= Million-dollar wound =

Military slang for a type of wound

"Million-dollar wound" (American English) or "Blighty wound" (British English) is military slang for a type of wound received in combat which is serious enough to get the soldier sent away from the fighting, but neither fatal nor permanently crippling.

==Description==
In his World War II memoir With the Old Breed, Eugene Sledge wrote that during the Battle of Okinawa, the day after he tried to reassure a fellow United States Marine who believed he would soon die,

Much to my joy I saw the friend with whom I'd had the conversation the night before. He wore a triumphant look of satisfaction, shook hands with me heartily, and grinned as a stretcher team carried him by with a bloody bandage on his foot. God or chance—depending on one's faith— had spared his life and lifted his burden of further fear and terror in combat by awarding him a million-dollar wound. He had done his duty, and the war was over for him. He was in pain, but he was lucky. Many others hadn't been as lucky the last couple of days.
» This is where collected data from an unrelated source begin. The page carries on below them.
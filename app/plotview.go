package main

import (
	"fmt"
	"image/color"
	"math"
	"strconv"

	"fyne.io/fyne/v2"
	"fyne.io/fyne/v2/canvas"
	"fyne.io/fyne/v2/driver/desktop"
	"fyne.io/fyne/v2/theme"
	"fyne.io/fyne/v2/widget"

	"kinetarium/app/run"
	"kinetarium/plotting"
)

// plotView shows the figure of an outcome, drawn at the widget's size. It
// reads out the time and value of the data point nearest the pointer, and
// zooms to a rectangle dragged across the data.
type plotView struct {
	widget.BaseWidget

	outcome *run.Outcome
	view    run.View

	img         *canvas.Image
	sel         *canvas.Rectangle
	marker      *canvas.Circle
	readBg      *canvas.Rectangle
	readout     *canvas.Text
	placeholder *widget.Label

	frame    run.Frame
	scale    float32 // image pixels per widget unit of the last render
	drawn    fyne.Size
	dirty    bool
	dragging bool
	start    fyne.Position
	end      fyne.Position

	// OnZoom is called after the user dragged a rectangle to zoom.
	OnZoom func()
	// OnDrawn is called after every render of an outcome.
	OnDrawn func()
	// errorText receives problems drawing the figure.
	errorText func(string)
}

func newPlotView() *plotView {
	v := &plotView{
		img:         canvas.NewImageFromImage(nil),
		sel:         canvas.NewRectangle(color.NRGBA{R: 0x33, G: 0x66, B: 0xcc, A: 0x30}),
		marker:      canvas.NewCircle(color.Transparent),
		readBg:      canvas.NewRectangle(color.NRGBA{R: 0xff, G: 0xff, B: 0xff, A: 0xe8}),
		readout:     canvas.NewText("", color.NRGBA{R: 0x20, G: 0x20, B: 0x20, A: 0xff}),
		placeholder: widget.NewLabel("No results yet. Press Simulate (Ctrl+Return) to run the model."),
	}
	v.img.FillMode = canvas.ImageFillStretch
	v.img.ScaleMode = canvas.ImageScaleFastest
	v.sel.StrokeColor = color.NRGBA{R: 0x33, G: 0x66, B: 0xcc, A: 0xc0}
	v.sel.StrokeWidth = 1
	v.sel.Hide()
	v.marker.StrokeWidth = 2
	v.marker.Hide()
	v.readBg.StrokeColor = color.NRGBA{A: 0x50}
	v.readBg.StrokeWidth = 1
	v.readBg.Hide()
	v.readout.TextSize = theme.TextSize()
	v.readout.Hide()
	v.placeholder.Alignment = fyne.TextAlignCenter
	v.placeholder.Wrapping = fyne.TextWrapWord
	v.ExtendBaseWidget(v)
	return v
}

// Set draws o with the view (re-drawn when the widget is resized).
func (v *plotView) Set(o *run.Outcome, view run.View) {
	v.outcome, v.view = o, view
	v.dirty = true
	v.hideReadout()
	v.Refresh()
}

// CreateRenderer implements fyne.Widget.
func (v *plotView) CreateRenderer() fyne.WidgetRenderer {
	return &plotRenderer{v: v, objects: []fyne.CanvasObject{v.img, v.sel, v.marker, v.readBg, v.readout, v.placeholder}}
}

type plotRenderer struct {
	v       *plotView
	objects []fyne.CanvasObject
}

func (r *plotRenderer) Destroy()                     {}
func (r *plotRenderer) Objects() []fyne.CanvasObject { return r.objects }
func (r *plotRenderer) MinSize() fyne.Size           { return fyne.NewSize(240, 180) }

func (r *plotRenderer) Layout(size fyne.Size) {
	v := r.v
	v.img.Resize(size)
	v.img.Move(fyne.NewPos(0, 0))
	v.placeholder.Resize(fyne.NewSize(size.Width-40, v.placeholder.MinSize().Height*2))
	v.placeholder.Move(fyne.NewPos(20, size.Height/2-v.placeholder.MinSize().Height))
	if size != v.drawn {
		v.dirty = true
	}
}

func (r *plotRenderer) Refresh() {
	v := r.v
	if v.dirty {
		v.render()
	}
	canvas.Refresh(v.img)
}

// pixelScale is the number of image pixels per widget unit.
func (v *plotView) pixelScale() float32 {
	if c := fyne.CurrentApp().Driver().CanvasForObject(v); c != nil && c.Scale() > 0 {
		return c.Scale()
	}
	return 1
}

// render draws the figure at the widget's current size.
func (v *plotView) render() {
	size := v.Size()
	v.dirty = false
	if v.outcome == nil || size.Width < 10 || size.Height < 10 {
		v.img.Image = nil
		v.placeholder.Show()
		return
	}
	v.placeholder.Hide()
	s := v.pixelScale()
	w, h := int(math.Round(float64(size.Width*s))), int(math.Round(float64(size.Height*s)))
	img, fr, err := run.Render(v.outcome, v.view, w, h)
	if err != nil {
		if v.errorText != nil {
			v.errorText("The figure cannot be drawn: " + err.Error())
		}
		return
	}
	v.img.Image = img
	v.frame, v.scale, v.drawn = fr, s, size
	if v.OnDrawn != nil {
		v.OnDrawn()
	}
}

// Resize re-draws at the new size.
func (v *plotView) Resize(s fyne.Size) {
	if s == v.Size() {
		return
	}
	v.BaseWidget.Resize(s)
	v.dirty = true
	v.Refresh()
}

// MouseIn implements desktop.Hoverable.
func (v *plotView) MouseIn(e *desktop.MouseEvent) { v.MouseMoved(e) }

// MouseOut implements desktop.Hoverable.
func (v *plotView) MouseOut() { v.hideReadout() }

// MouseMoved shows the data point nearest the pointer.
func (v *plotView) MouseMoved(e *desktop.MouseEvent) {
	if v.outcome == nil || v.scale == 0 || v.dragging {
		return
	}
	s := v.scale
	if ev, ok := run.EventNear(v.outcome, v.frame, float64(e.Position.X*s), float64(e.Position.Y*s), float64(6*s)); ok {
		v.marker.Hide()
		v.showReadout(fmt.Sprintf("event %s   t = %s%s", ev.Name, short(ev.T), unitSuffix(v.outcome.TimeUnit)))
		return
	}
	p, ok := run.Nearest(v.outcome, v.view, v.frame, float64(e.Position.X*s), float64(e.Position.Y*s), float64(24*s))
	if !ok {
		v.hideReadout()
		return
	}
	px, py, _ := v.frame.ToPixel(p.T, p.Y)
	x, y := float32(px)/s, float32(py)/s
	o := v.outcome
	col := plotting.Colour(v.view.Slot(o.Names[p.Species], p.Species))
	v.marker.StrokeColor = col
	v.marker.FillColor = color.NRGBA{R: 0xff, G: 0xff, B: 0xff, A: 0xc0}
	v.marker.Resize(fyne.NewSize(10, 10))
	v.marker.Move(fyne.NewPos(x-5, y-5))
	v.marker.Show()
	// Each column in its own unit: an assignment may be an amount or a
	// ratio beside the species' concentrations.
	v.marker.Refresh()
	v.showReadout(fmt.Sprintf("%s   t = %s%s   %s%s", o.Names[p.Species], short(p.T), unitSuffix(o.TimeUnit), short(p.Y), unitSuffix(o.UnitOf(p.Species))))
}

// unitSuffix is " UNIT", or "" without a unit.
func unitSuffix(u string) string {
	if u == "" {
		return ""
	}
	return " " + u
}

// showReadout shows text in the box at the top left of the data area.
func (v *plotView) showReadout(text string) {
	s := v.scale
	v.readout.Text = text
	v.readout.Color = color.NRGBA{R: 0x20, G: 0x20, B: 0x20, A: 0xff}
	ts := v.readout.MinSize()
	a := v.frame.Area
	bx := float32(a.Min.X)/s + 8
	by := float32(a.Min.Y)/s + 8
	v.readBg.Move(fyne.NewPos(bx, by))
	v.readBg.Resize(fyne.NewSize(ts.Width+16, ts.Height+8))
	v.readout.Move(fyne.NewPos(bx+8, by+4))
	v.readout.Resize(ts)
	v.readBg.Show()
	v.readout.Show()
	v.readBg.Refresh()
	v.readout.Refresh()
	v.marker.Refresh()
}

// short formats a value with 4 significant digits.
func short(x float64) string { return strconv.FormatFloat(x, 'g', 4, 64) }

func (v *plotView) hideReadout() {
	v.marker.Hide()
	v.readBg.Hide()
	v.readout.Hide()
}

// Dragged draws the zoom rectangle.
func (v *plotView) Dragged(e *fyne.DragEvent) {
	if v.outcome == nil {
		return
	}
	if !v.dragging {
		v.dragging = true
		v.start = e.Position.Subtract(e.Dragged)
		v.hideReadout()
	}
	x0, y0 := min(v.start.X, e.Position.X), min(v.start.Y, e.Position.Y)
	x1, y1 := max(v.start.X, e.Position.X), max(v.start.Y, e.Position.Y)
	v.sel.Move(fyne.NewPos(x0, y0))
	v.sel.Resize(fyne.NewSize(x1-x0, y1-y0))
	v.sel.Show()
	v.sel.Refresh()
	v.end = e.Position
}

// DragEnd zooms to the rectangle.
func (v *plotView) DragEnd() {
	if !v.dragging {
		return
	}
	v.dragging = false
	v.sel.Hide()
	s := float64(v.scale)
	x0, y0, in0 := v.frame.ToData(float64(v.start.X)*s, float64(v.start.Y)*s)
	x1, y1, in1 := v.frame.ToData(float64(v.end.X)*s, float64(v.end.Y)*s)
	if !in0 && !in1 {
		return
	}
	if math.Abs(float64(v.end.X-v.start.X)) < 6 || math.Abs(float64(v.end.Y-v.start.Y)) < 6 {
		return
	}
	v.view.Zoom = &run.Range{XMin: math.Min(x0, x1), XMax: math.Max(x0, x1), YMin: math.Min(y0, y1), YMax: math.Max(y0, y1)}
	v.dirty = true
	v.Refresh()
	if v.OnZoom != nil {
		v.OnZoom()
	}
}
Writing in his posthumously published World War II memoir Parachute Infantry, paratrooper David Kenyon Webster described how "ecstatic" he was to get the "million dollar wound" in his calf that put him out of action for a couple of weeks but would not permanently disable him.

A similar concept is the Blighty (a slang term for Britain or England) wound, a British reference from World War I. Bridge 6D over the Yser Canal in the Ypres Salient was known as 'Blighty Bridge' from the number of casualties suffered from crossing it at night under fire.

==In popular culture==
In the film Forrest Gump, the titular character receives a gunshot to his backside during his service in the Vietnam War, which leaves him sidelined from combat for months (ultimately serving as the end of his combat service, but for unrelated reasons). Due to Gump's below-average intelligence, he takes the expression "million dollar wound" literally, saying: "the Army must keep that money, 'cause I still ain't seen a nickel of that million dollars".